Наружу вялым толчком выплеснулась кровь вперемешку с какими-то сгустками. Акушерка с фельдшерицей хором охнули. Иваныч напрягся.
– Спокойно! – удержал его я, – нужно какое-то время, чтобы матка сократилась.
Сколько потребуется времени, я не представлял. Про себя решил, что подожду минуты три, не больше. Правда, если кровотечение будет продолжаться и после назначенного времени, мне придётся либо удалять матку, либо… Впрочем, другого «либо» не существовало. До райцентра мы пациентку не довезём, это очевидно. А всё, что можно было сделать тут, в Кобельках, мы уже испробовали.
– Может, на себя бригаду из ЦРБ вызвать? – шёпотом предложила Клавдия Петровна.
– Не успеют. Добираться будут час, не меньше! – возразила акушерка.
Я молча кивнул. Часа у нас не было. Даже, наверное, не было и четверти часа. Эх, была – не была!
– Идём на резекцию матки. Готовьте инструмент и операционное поле.
Женщины опять слаженно охнули и поглядели на меня, как на камикадзе.
– Инструмента стерильного нет! – виновато развела руками Кладия Петровна, – Кто ж знал-то?
– Обжечь в спирту, живо! Антон Иваныч, слезайте: нужно обработать живот и лобок. Займитесь этим!
Иваныч с облегчением спрыгнул с несчастной и захлопотал над ней.
Я отрешённо стоял в сторонке, наблюдая за подготовительной суетой. И было мне ох, как хре… невесело.
Теоретически я помнил, как удалять матку. Практически – присутствовал пару раз на подобных операциях. Один раз даже удостоился чести подержать крючки. Я тогда вцепился в них и любовался отточенными, уверенными движениями рук хирурга.
Украдкой я взглянул на свои руки и огорчился ещё больше. Конечности мои заметно подрагивали от избытка адреналина в организме. Воровато оглянувшись по сторонам, я спрятал руки за спину. Чего позориться-то?

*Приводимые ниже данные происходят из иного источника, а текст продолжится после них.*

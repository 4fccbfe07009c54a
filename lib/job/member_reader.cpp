// SPDX-License-Identifier: MIT
#include "job_reader.hpp"
#include "member_words.hpp"

#include <bismar/quantity/parse.hpp>

#include <algorithm>
#include <set>
#include <utility>

namespace bismar::detail {

namespace {

using Kind = JsonValue::Kind;

}  // namespace

void JobReader::read_member(const JsonValue& value, Member& member) {
  set(member.length, value, "length", QuantityKind::length);
  const JsonValue* shapes = get(value, "shapes");
  const JsonValue* stock = get(value, "stock");
  if (value.find("shapes") == nullptr && value.find("stock") == nullptr) {
    checker_.add(Code::missing,
                 value,
                 "",
                 "shapes or stock",
                 "it is not said which sections to try. Give \"shapes\", \"stock\" or both.");
  }
  if (shapes != nullptr) {
    for (const JsonValue& shape : shapes->items) {
      read_shape(shape, member);
    }
  }
  if (stock != nullptr) {
    member.stock = stock->is(Kind::text) ? std::vector<std::string>{stock->text}
                                         : names(value, "stock", "stock list", words_.stock);
  }
  if (const JsonValue* cases = get(value, "load_cases"); cases != nullptr) {
    std::set<std::string> seen;
    for (const JsonValue& item : cases->items) {
      if (!item.is(Kind::object)) {
        continue;
      }
      LoadCase load_case;
      read_load_case(item, member, load_case);
      if (!seen.insert(load_case.name).second) {
        checker_.add(Code::duplicate,
                     item,
                     load_case.name,
                     "a name of its own",
                     "another load case is called \"" + load_case.name +
                         "\" too. Give each its own \"name\".");
      }
      member.load_cases.push_back(std::move(load_case));
    }
  }
  if (const JsonValue* details = get(value, "details"); details != nullptr) {
    read_details(*details, member.length, member.details);
  }
}

void JobReader::read_details(const JsonValue& value, double length, MemberDetails& details) {
  set(details.net_area, value, "net_area", QuantityKind::ratio);
  set(details.net_modulus, value, "net_modulus", QuantityKind::ratio);
  set(details.k_t_axial, value, "k_t_axial", QuantityKind::ratio);
  set(details.k_t_bending, value, "k_t_bending", QuantityKind::ratio);
  set(details.k_t_torsion, value, "k_t_torsion", QuantityKind::ratio);
  set(details.notch_radius, value, "notch_radius", QuantityKind::length);
  const auto word = [&](std::string_view key, const std::vector<std::string>& words) {
    const auto found = std::find(words.begin(), words.end(), text(value, key).value_or(""));
    return found == words.end() ? std::nullopt : std::optional(found - words.begin());
  };
  if (const auto surface = word("surface", surface_words())) {
    details.surface = static_cast<SurfaceFinish>(*surface);
  }
  if (const auto criterion = word("criterion", criterion_words())) {
    details.criterion = static_cast<FatigueCriterion>(*criterion);
  }
  set(details.reliability, value, "reliability", QuantityKind::ratio);
  set(details.detail_category, value, "detail_category", QuantityKind::stress);
  set(details.welded, value, "welded");
  if (const JsonValue* crack = get(value, "crack"); crack != nullptr) {
    Crack read;
    read.kind = text(*crack, "kind") == "surface" ? Crack::Kind::surface : Crack::Kind::edge;
    set(read.depth, *crack, "depth", QuantityKind::length);
    read.half_length = read.depth;
    set(read.half_length, *crack, "half_length", QuantityKind::length);
    details.crack = read;
  }
  if (const JsonValue* masses = get(value, "masses"); masses != nullptr) {
    for (const JsonValue& item : masses->items) {
      if (!item.is(Kind::object)) {
        continue;
      }
      AttachedMass mass;
      set(mass.mass, item, "mass", QuantityKind::mass);
      mass.at = station(item, "at", length).value_or(0.0);
      details.masses.push_back(mass);
    }
  }
}

namespace {

/// The ratio of a shape by its key there.
std::optional<Ratio>& ratio_field(Shape& shape, std::string_view key) {
  return key == "height_to_width"    ? shape.height_to_width
         : key == "web_to_height"    ? shape.web_to_height
         : key == "flange_to_height" ? shape.flange_to_height
                                     : shape.wall_to_height;
}

}  // namespace

void JobReader::read_shape(const JsonValue& value, Member& member) {
  if (!value.is(Kind::object) || !checker_.good(value)) {
    return;
  }
  for (const ShapeWords& words : shape_words()) {
    const JsonValue* options = get(value, words.tag);
    if (options == nullptr) {
      continue;
    }
    Shape shape;
    shape.family = words.family;
    for (const RatioWords& ratio : words.ratios) {
      if (ratio.free_key.empty()) {
        set(shape.root_radius_to_height, *options, ratio.key, QuantityKind::ratio);
      } else if (const JsonValue* given = get(*options, ratio.key); given != nullptr) {
        ratio_field(shape, ratio.free_key) = read_ratio(*given);
      }
    }
    if (const JsonValue* outline = get(*options, "outline"); outline != nullptr) {
      shape.outline = read_corners(*outline);
    }
    if (const JsonValue* holes = get(*options, "holes"); holes != nullptr) {
      for (const JsonValue& hole : holes->items) {
        shape.holes.push_back(read_corners(hole));
      }
    }
    if (const JsonValue* range = get(*options, words.size); range != nullptr) {
      const QuantityRange read = parse_range(range->text, QuantityKind::length);
      shape.height_min = read.low;
      shape.height_max = read.high;
    }
    read_sizes(get(*options, "sizes"), shape, shape.sizes);
    member.shapes.push_back(std::move(shape));
  }
}

Ratio JobReader::read_ratio(const JsonValue& value) {
  if (value.is(Kind::number)) {
    return value.number;
  }
  const QuantityRange read = parse_range(value.text, QuantityKind::ratio);
  return {read.low, read.high};
}

std::vector<SectionPoint> JobReader::read_corners(const JsonValue& value) {
  std::vector<SectionPoint> corners;
  for (const JsonValue& item : value.items) {
    if (item.items.size() != 2) {
      checker_.add(Code::out_of_range,
                   item,
                   "",
                   "two coordinates, [y, z]",
                   "a corner has two coordinates. Write it as [\"10 mm\", \"25 mm\"].");
      continue;
    }
    const std::optional<double> y = quantity(item.items[0], QuantityKind::length);
    const std::optional<double> z = quantity(item.items[1], QuantityKind::length);
    if (y.has_value() && z.has_value()) {
      corners.push_back({*y, *z});
    }
  }
  return corners;
}

void JobReader::read_sizes(const JsonValue* value, const Shape& shape, Sizes& sizes) {
  if (value == nullptr) {
    return;
  }
  if (value->is(Kind::text)) {
    sizes = value->text == "continuous" ? Sizes::any() : Sizes::preferred(value->text);
  } else if (value->is(Kind::object)) {
    if (const std::optional<double> step = quantity(*value, "step", QuantityKind::length)) {
      sizes = Sizes::multiples_of(*step);
    }
  } else {
    std::vector<double> list;
    for (const JsonValue& item : value->items) {
      const std::optional<double> size = quantity(item, QuantityKind::length);
      if (!size.has_value()) {
        continue;
      }
      if (*size < shape.height_min || *size > shape.height_max) {
        checker_.add(Code::out_of_range,
                     item,
                     item.text,
                     "a size within the bounds of the shape",
                     item.text +
                         " lies outside the bounds of the shape. Widen them or leave this "
                         "size out.");
      } else if (std::find(list.begin(), list.end(), *size) != list.end()) {
        checker_.add(Code::duplicate,
                     item,
                     item.text,
                     "each size once",
                     "the size " + item.text + " stands twice in the list.");
      } else {
        list.push_back(*size);
      }
    }
    sizes = Sizes::of(std::move(list));
  }
}

}  // namespace bismar::detail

– Всё готово, Пал Палыч! – синхронно доложили фельдшера.
Рядом с истекающей кровью пациенткой уже стоял столик, накрытый стерильной простынью, на которой красовались свежеобожжённые хирургические инструменты. Живот несчастной женщины после антисептической обработки приобрёл лимонно-жёлтый оттенок и был обложен стерильными салфетками.

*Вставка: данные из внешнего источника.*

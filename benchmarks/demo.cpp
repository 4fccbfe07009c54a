// SPDX-License-Identifier: MIT
// The demo jobs as a user runs them.
#include <benchmark/benchmark.h>

#include <bismar/job/job.hpp>
#include <bismar/sizing/front.hpp>

#include "inputs.hpp"

#include <string>
#include <vector>

namespace bismar::benchmarks {

namespace {

void report(benchmark::State& state, const Result& result) {
  std::vector<double> costs;
  for (std::size_t i = 0; i < result.front_count; ++i) {
    costs.push_back(result.designs[i].cost);
  }
  state.counters["n"] = static_cast<double>(result.funnel.considered);
  state.counters["size"] = static_cast<double>(result.front_count);
  state.counters["checksum"] = checksum(costs);
}

std::string path_of(const char* name) {
  return std::string(BISMAR_BENCHMARK_DATA) + "/jobs/" + name + ".json";
}

void demo_front(benchmark::State& state, const char* name) {
  const auto job = load_job(path_of(name));
  Result result;
  for (auto _ : state) {
    result = front(job.parts.front(), job.catalogue, job.settings);
    benchmark::DoNotOptimize(&result);
  }
  report(state, result);
}

void demo_from_file(benchmark::State& state, const char* name) {
  Result result;
  for (auto _ : state) {
    const auto job = load_job(path_of(name));
    result = front(job.parts.front(), job.catalogue, job.settings);
    benchmark::DoNotOptimize(&result);
  }
  report(state, result);
}

BENCHMARK_CAPTURE(demo_front, lever, "crank_lever")
    ->Name("demo/crank_lever_front")
    ->Unit(benchmark::kMillisecond);
BENCHMARK_CAPTURE(demo_front, stem, "gate_stem")
    ->Name("demo/gate_stem_front")
    ->Unit(benchmark::kMillisecond);
BENCHMARK_CAPTURE(demo_from_file, lever, "crank_lever")
    ->Name("demo/crank_lever_file_to_front")
    ->Unit(benchmark::kMillisecond);

}  // namespace

}  // namespace bismar::benchmarks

– Всё по-взрослому! – пробормотал я
– Что-что? – переспросила Клавдия Петровна.
– Отлично, говорю! – как мог, бодро заявил я, – Приступаем! Мы с Антоном Иванычем и Клавдией Петровной моемся на операцию…

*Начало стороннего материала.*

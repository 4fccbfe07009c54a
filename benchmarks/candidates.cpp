// SPDX-License-Identifier: MIT
// What one candidate costs: to compile, to solve, to evaluate at one size.
#include "inputs.hpp"
#include "sizing/study.hpp"

#include <benchmark/benchmark.h>

#include <algorithm>
#include <optional>
#include <vector>

namespace bismar::benchmarks {

namespace {

/// The wide lever with its candidates; the one to look at has a continuous size and a feasible one.
struct Case {
  Part part = wide_lever();
  Settings settings;
  Solved solved = solve_candidates(part, starter(), settings);
  const Outcome* outcome = nullptr;

  Case() {
    outcome = ellipse();
    if (outcome != nullptr) {
      // Of one material the groups are kept.
      solved = solve_candidates(part, starter(), settings, {}, outcome->candidate.material);
      outcome = ellipse();
    }
  }

  [[nodiscard]] const Outcome* ellipse() const {
    const auto found =
        std::find_if(solved.outcomes.begin(), solved.outcomes.end(), [](const Outcome& one) {
          return one.kind == Outcome::Kind::feasible && one.candidate.shape == 3;
        });
    return found == solved.outcomes.end() ? nullptr : &*found;
  }
};

const Case& the_case() {
  static const Case made;
  return made;
}

void solve_one(benchmark::State& state) {
  const auto& one = the_case();
  if (one.outcome == nullptr) {
    state.SkipWithError("no feasible candidate");
    return;
  }
  std::size_t evaluations = 0;
  Outcome outcome;
  for (auto _ : state) {
    outcome = solve_group(*one.solved.problem, one.outcome->group, evaluations);
    benchmark::DoNotOptimize(&outcome);
  }
  state.counters["n"] = static_cast<double>(one.solved.problem->constraints(one.outcome->group));
  state.counters["size"] = static_cast<double>(outcome.points.size());
  state.counters["checksum"] = outcome.points.front().mass;
  state.counters["evaluations"] =
      static_cast<double>(evaluations) / static_cast<double>(state.iterations());
}

void compile_one(benchmark::State& state) {
  const auto& one = the_case();
  if (one.outcome == nullptr) {
    state.SkipWithError("no feasible candidate");
    return;
  }
  std::optional<SizingProblem> problem;
  std::vector<double> ends;
  std::size_t pieces = 0;
  for (auto _ : state) {
    // A problem grows with every candidate, so that it is made anew now and then.
    if (!problem || problem->groups() == 1000) {
      state.PauseTiming();
      problem.emplace(one.part, starter(), one.settings);
      problem->add(one.outcome->candidate);
      state.ResumeTiming();
    }
    pieces = problem->add(one.outcome->candidate).pieces.size();
    benchmark::DoNotOptimize(pieces);
  }
  state.counters["n"] = static_cast<double>(one.solved.problem->constraints(one.outcome->group));
  state.counters["size"] = static_cast<double>(pieces);
  for (const auto& piece : problem->compiled(0).pieces) {
    ends.push_back(piece.upper);
  }
  state.counters["checksum"] = checksum(ends);
}

void evaluate_one(benchmark::State& state) {
  const auto& one = the_case();
  if (one.outcome == nullptr) {
    state.SkipWithError("no feasible candidate");
    return;
  }
  const auto group = one.outcome->group;
  const std::vector<double> x = {one.outcome->points.front().size};
  std::vector<double> objectives(2);
  std::vector<double> utilisations(one.solved.problem->constraints(group));
  for (auto _ : state) {
    one.solved.problem->evaluate(group, x, objectives, utilisations);
    benchmark::DoNotOptimize(utilisations.data());
  }
  state.counters["n"] = static_cast<double>(utilisations.size());
  state.counters["size"] = 2.0;
  state.counters["checksum"] = checksum(utilisations) + objectives[0] + objectives[1];
}

BENCHMARK(compile_one)->Name("candidate/compile");
BENCHMARK(solve_one)->Name("candidate/solve");
BENCHMARK(evaluate_one)->Name("candidate/evaluate");

}  // namespace

}  // namespace bismar::benchmarks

– И мы?! – недоумённо тянули упомянутые коллеги.
– И вы. Антон Иваныч будет мне ассистировать, а вы, Клавдия Петровна, будете операционной сестрой. Подавать инструменты.
– А я? – возмутилась акушерка.
– А вы, Мария Глебовна, побудете анестезиологом. Поскольку наша пациентка в наркозе не нуждается, да и нечем его давать, будете следить за пульсом, давлением и обеспечивать медикаментозную терапию по моим назначениям. Всем задачи ясны?
– Ясны! – дружно гаркнула импровизированная операционная бригада.
– Отлично! Моемся!
– Пал Палыч!!! – заверещала вдруг акушерка так, что я невольно подпрыгнул.
– Ты чего орёшь, Машка?! – угрожающе зашипела на неё Клавдия Петровна.
– Пал Палыч, кровотечение остановилось! – на полтона ниже заявила Мария Глебовна и торжествующе обвела взглядом всех присутствующих.
Мы бросились к источнику кровотечения. Багровая река и в самом деле иссякла. Полностью. О недавней катастрофе напоминала лишь широкая полоса запёкшейся крови на коже.
– Слава Богу! – выдохнула Клавдия Петровна и широко перекрестилась.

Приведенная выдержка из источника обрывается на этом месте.